__Requirement__:
Write the records below out again. Match them exactly.

═════ Given records ═════

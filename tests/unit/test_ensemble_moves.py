"""Every move of the ensemble explorer leaves a known distribution as it is."""

from __future__ import annotations

import numpy as np
import pytest
from emcee import State
from emcee.model import Model
from emcee.moves import RedBlueMove

from scanfit.explorers.ensemble import Ensemble, EnsembleOptions


@pytest.mark.parametrize("move", Ensemble(EnsembleOptions())._moves, ids=lambda move: type(move).__name__)
@pytest.mark.parametrize("dimension", [2, 8])
def test_a_gaussian_stays_a_gaussian(move: RedBlueMove, dimension: int) -> None:
    """500 ensembles start in the distribution; after 20 steps each their walkers still have variance 1 and mean 0.

    The spread over ensembles gives the error, since walkers of one ensemble depend on each other.
    """
    random = np.random.RandomState(1)

    def log_density(points: np.ndarray) -> tuple[np.ndarray, None]:
        return -0.5 * np.square(points).sum(axis=1), None

    model = Model(None, log_density, map, random)
    means, squares, moved = [], [], 0
    for _ in range(500):
        points = random.standard_normal((4 * dimension + 4, dimension))
        state = State(points, log_prob=log_density(points)[0])
        for _ in range(20):
            state, accepted = move.propose(model, state)
            moved += int(accepted.sum())
        means.append(state.coords.mean())
        squares.append(np.square(state.coords).mean())
    assert moved > 500
    for values, exact in ((means, 0.0), (squares, 1.0)):
        error = np.std(values, ddof=1) / np.sqrt(len(values))
        assert np.mean(values) == pytest.approx(exact, abs=4.0 * error)
        assert error < 0.02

═════

__Result__:
filename tests/unit/test_ensemble_moves.py
"""Every move of the ensemble explorer leaves a known distribution as it is."""

from __future__ import annotations

import numpy as np
import pytest
from emcee import State
from emcee.model import Model
from emcee.moves import RedBlueMove

from scanfit.explorers.ensemble import Ensemble, EnsembleOptions


@pytest.mark.parametrize("move", Ensemble(EnsembleOptions())._moves, ids=lambda move: type(move).__name__)
@pytest.mark.parametrize("dimension", [2, 8])
def test_a_gaussian_stays_a_gaussian(move: RedBlueMove, dimension: int) -> None:
    """500 ensembles start in the distribution; after 20 steps each their walkers still have variance 1 and mean 0.

    The spread over ensembles gives the error, since walkers of one ensemble depend on each other.
    """
    random = np.random.RandomState(1)

    def log_density(points: np.ndarray) -> tuple[np.ndarray, None]:
        return -0.5 * np.square(points).sum(axis=1), None

    model = Model(None, log_density, map, random)
    means, squares, moved = [], [], 0
    for _ in range(500):
        points = random.standard_normal((4 * dimension + 4, dimension))
        state = State(points, log_prob=log_density(points)[0])
        for _ in range(20):
            state, accepted = move.propose(model, state)
            moved += int(accepted.sum())
        means.append(state.coords.mean())
        squares.append(np.square(state.coords).mean())
    assert moved > 500
    for values, exact in ((means, 0.0), (squares, 1.0)):
        error = np.std(values, ddof=1) / np.sqrt(len(values))
        assert np.mean(values) == pytest.approx(exact, abs=4.0 * error)
        assert error < 0.02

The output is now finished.